62.2020年8月黒い東京タワー
藤原秋風 27才 2011年高校三年生に転生し、大学卒業、四菱商事へ入社後、司法修習を受けるために休職中
豊本千尋 20才 弁護士事務所にアシスタントとして入社。最初に任された仕事が秋風の司法修習アシスタント
景山智輝 秋風の高校時代の親友。奥さんの由香は京浜島工場の責任者。独立して不動産会社経営
お店をでて、駐車場へ向かう藤原秋風と豊本千尋。
「おなかいっぱいになりました」
「僕で丁度いい量だったので、千尋さんはおなかいっぱいでしょう。美味しかったですし、雰囲気の良い店で楽しかったです」
「気に入ってもらってよかった。

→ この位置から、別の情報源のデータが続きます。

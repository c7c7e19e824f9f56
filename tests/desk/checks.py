"""Checkers that trust nobody: what is shown is summed anew, and what was journalled is played again from nothing."""

from __future__ import annotations

import json
from collections.abc import Iterator, Sequence
from contextlib import contextmanager
from datetime import UTC, datetime
from itertools import pairwise
from typing import Any

import pytest
from sqlalchemy import Engine, text

from app.desk.board import Board
from app.desk.errors import DeskError
from app.desk.planned import wish_of
from app.loading.stack import check_stack
from app.store.engine import reading
from app.store.tables import JournalRow
from tests.cast import Hall

# Counted up or derived at every entry, so no part of what a journal must be able to tell.
DERIVED = {"platform": {"revision", "changed_at", "plan"}}
NO_STATE = ("journal", "alembic_version", "sqlite_sequence")

Rows = dict[tuple[str, int], dict[str, Any]]


def rows(engine: Engine) -> Rows:
    """Every row of the meet as the database file has it, without what is derived; values as JSON would hold them."""
    found: Rows = {}
    with reading(engine) as session:
        database = session.connection()
        names = database.execute(text("SELECT name FROM sqlite_master WHERE type = 'table'")).scalars().all()
        for table in sorted(set(names) - set(NO_STATE)):
            columns = database.execute(text(f"PRAGMA table_info({table})")).mappings()
            kinds = {column["name"]: column["type"] for column in columns}
            for row in database.execute(text(f"SELECT * FROM {table}")).mappings():
                found[(table, row["id"])] = {
                    name: _plain(row[name], kind)
                    for name, kind in kinds.items()
                    if name not in DERIVED.get(table, set())
                }
    return found


def _plain(value: Any, kind: str) -> Any:
    if value is None:
        return None
    if kind == "JSON":
        return json.loads(value)
    if kind == "DATETIME":
        return datetime.fromisoformat(value).replace(tzinfo=UTC).isoformat()
    return value


def differing(before: Rows, after: Rows) -> dict[tuple[str, int], set[str]]:
    """Which columns of which rows differ; a row that came or went differs in its id."""
    found = {}
    for place in before.keys() | after.keys():
        old, new = before.get(place), after.get(place)
        if old is None or new is None:
            found[place] = {"id"}
        elif old != new:
            found[place] = {column for column in old if old[column] != new[column]}
    return found


def replayed(entries: Sequence[JournalRow]) -> Rows:
    """The rows that come of doing every journalled edit in turn, beginning with nothing at all.

    Each edit's *before* must be what the row is at that moment: the journal has no gaps.
    """
    return replay_on({}, entries)


def replay_on(made: Rows, entries: Sequence[JournalRow]) -> Rows:
    """The same from rows that earlier entries have made already; they are changed in place."""
    for entry in entries:
        for edit in entry.edits:
            place = (edit["table"], edit["id"])
            now = made.get(place)
            if edit["before"] is None:
                assert now is None, (entry.what, edit)
                made[place] = dict(edit["after"])
                continue
            assert now is not None, (entry.what, edit)
            assert {key: now[key] for key in edit["before"]} == edit["before"], entry.what
            if edit["after"] is None:
                del made[place]
            else:
                now |= edit["after"]
    return made


def check_board(one: Board) -> None:
    """Sums every step of a board afresh, and sees that each begins where the one before it ended."""
    rule = wish_of(one.now, one.lift.id).order
    for step in one.steps:
        if step.stack is not None:
            check_stack(one.equipment, step.stack, step.turn.weight, rule)
    shown = [step for step in one.steps if step.stack is not None]
    for before, after in pairwise(shown):
        assert after.before == before.stack
    assert [step.turn for step in one.steps] == sorted(
        (step.turn for step in one.steps), key=lambda turn: (one.up != turn, one.order.index(turn))
    )


@contextmanager
def refused(hall: Hall, error: type[DeskError], sentence: str) -> Iterator[None]:
    """The entry in this block is refused with just this sentence, and nothing at all was touched."""
    before, entries, revision = rows(hall.desk.engine), len(hall.journal()), hall.picture().revision
    with pytest.raises(error) as told:
        yield
    assert str(told.value) == sentence
    assert rows(hall.desk.engine) == before
    assert (len(hall.journal()), hall.picture().revision) == (entries, revision)


@contextmanager
def changes(hall: Hall, expected: dict[tuple[str, int], set[str]]) -> Iterator[None]:
    """The entry in this block changes exactly these columns of these rows, in one journal entry."""
    before, entries, revision = rows(hall.desk.engine), len(hall.journal()), hall.picture().revision
    yield
    assert differing(before, rows(hall.desk.engine)) == expected
    one = 1 if expected else 0
    assert (len(hall.journal()), hall.picture().revision) == (entries + one, revision + one)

友人も喜びます」
「友人とは?」
「実は、今日の予約を友達がしてくれた友人から、誕生日プレゼントに譲ってもらったんです」
「良かったんですか?」
「はい。今度奢るので大丈夫です」
「それでしたら、僕にも奢らせてください。楽しい時間をいただいたお礼をしないと」
「ありがとうございます。彼女もきっと喜びますね」
「これから、見たい映画があるのですが、一緒に観ていただけませんか?」
「良いですね。映画館で映画を観るのは久しぶりかもしれません」
二人乗り込んだ車は、六本木へ向かう。
映画館の売り場にて、レイトショーの映画チケットを購入。
入り口手前でポップコーンと飲み物を考慮中の二人。
「お腹はいっぱいなんだけど、ポップコーンは入りそうなのですが、どうですか?」千尋が恐る恐る聞いている。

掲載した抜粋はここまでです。